Start of Dataset records

/* Integrals: int_{g,n}, correlators, volume polynomials (integrate.c). */
#ifndef PSIKAPPA_INTEGRATE_H
#define PSIKAPPA_INTEGRATE_H

#include "interp.h"

/* int_{g,n} of a value (integrate.c). `where` locates errors. */
value *integrate_value(interp *I, const node *where, slong g, slong n, const value *integrand);
/* Prints the psi-only reduction of int_{g,n} integrand, then its value. */
int integrate_explain(interp *I, const node *where, slong g, slong n, const value *integrand);
/* V_{g,n}(L_1..L_n) in Mirzakhani's normalisation, declaring L_1..L_n. */
value *integrate_volume(interp *I, const node *where, slong g, slong n);
/* Declares the formal variables L_1..L_n, their ring indices into vars[0..n);
   returns 0 after reporting an error at where. */
int integrate_declare_lengths(interp *I, const node *where, slong n, int *vars);
/* --verify: compares the reference result slow (NULL: out of reach, nothing to compare) with
   the engine's fast. Takes both references; returns fast, or NULL after reporting. */
value *integrate_compare_routes(interp *I, const node *where, value *slow, value *fast);
/* <tau_d>_g with the same limits and messages as integrals. */
value *integrate_correlator(interp *I, const node *where, slong g, const slong *d, slong n);

#endif
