static int yyreport_syntax_error(const yypcontext_t *ctx, yyscan_t scanner, parse_state *ps)
{
    (void)scanner;
    const YYLTYPE *loc = yypcontext_location(ctx);
    yysymbol_kind_t got = yypcontext_token(ctx);
    if (got == YYSYMBOL_LEXERROR) {
        diag_error(loc, "%s", ps->lex_error ? ps->lex_error : "invalid token");
        return 0;
    }
    enum { MAXEXP = 64, MAXLIST = 5 };
    yysymbol_kind_t expected[MAXEXP];
    int all = yypcontext_expected_tokens(ctx, expected, MAXEXP);
    int wants_expr = 0, n = 0;
    for (int i = 0; i < all; i++) {
        wants_expr |= expected[i] == YYSYMBOL_NUMBER;
        if (!parser_is_operator(expected[i]))
            expected[n++] = expected[i];
    }
    char buf[400];
    int len = snprintf(buf, sizeof buf, "syntax error: unexpected %s", yysymbol_name(got));
    int unclosed = got == YYSYMBOL_YYEOF && ps->nopen > 0 && ps->nopen <= PARSE_MAX_BRACKETS;
    if (unclosed) {
        char open = ps->open_char[ps->nopen - 1];
        snprintf(buf + len, sizeof buf - len, ", expected '%c' to close the '%c' of line %d",
                 open == '(' ? ')' : open == '[' ? ']' : '}', open, ps->open_loc[ps->nopen - 1].first_line);
    } else if (wants_expr)
        snprintf(buf + len, sizeof buf - len, ", expected an expression");
    else if (n > 0 && n <= MAXLIST)
        for (int i = 0; i < n && len < (int)sizeof buf - 60; i++)
            len += snprintf(buf + len, sizeof buf - len, "%s%s",
                            i == 0 ? ", expected " : i == n - 1 ? " or " : ", ",
                            yysymbol_name(expected[i]));
    diag_error(loc, "%s", buf);
    if (got == YYSYMBOL_YYEOF || got == YYSYMBOL_NEWLINE)
        parser_note_unclosed(ps);
    return 0;
}

void yyerror(YYLTYPE *loc, yyscan_t scanner, parse_state *ps, const char *msg)
{
    (void)scanner;
    (void)ps;
    if (strcmp(msg, "memory exhausted") == 0)
        diag_error(loc, "expression nested too deeply: more than %d operators, brackets and operands wait to "
                        "be combined here (split the expression into steps with let)", YYMAXDEPTH);
    else
        diag_error(loc, "%s", msg);
}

End of Dataset records

Assignment
Return only the lines between the one holding "open == '(' ? ')' : open" and the one holding "len += snprintf(buf", inclusive, exactly as they appear above.

Solution to this problem
                 open == '(' ? ')' : open == '[' ? ']' : '}', open, ps->open_loc[ps->nopen - 1].first_line);
    } else if (wants_expr)
        snprintf(buf + len, sizeof buf - len, ", expected an expression");
    else if (n > 0 && n <= MAXLIST)
        for (int i = 0; i < n && len < (int)sizeof buf - 60; i++)
            len += snprintf(buf + len, sizeof buf - len, "%s%s",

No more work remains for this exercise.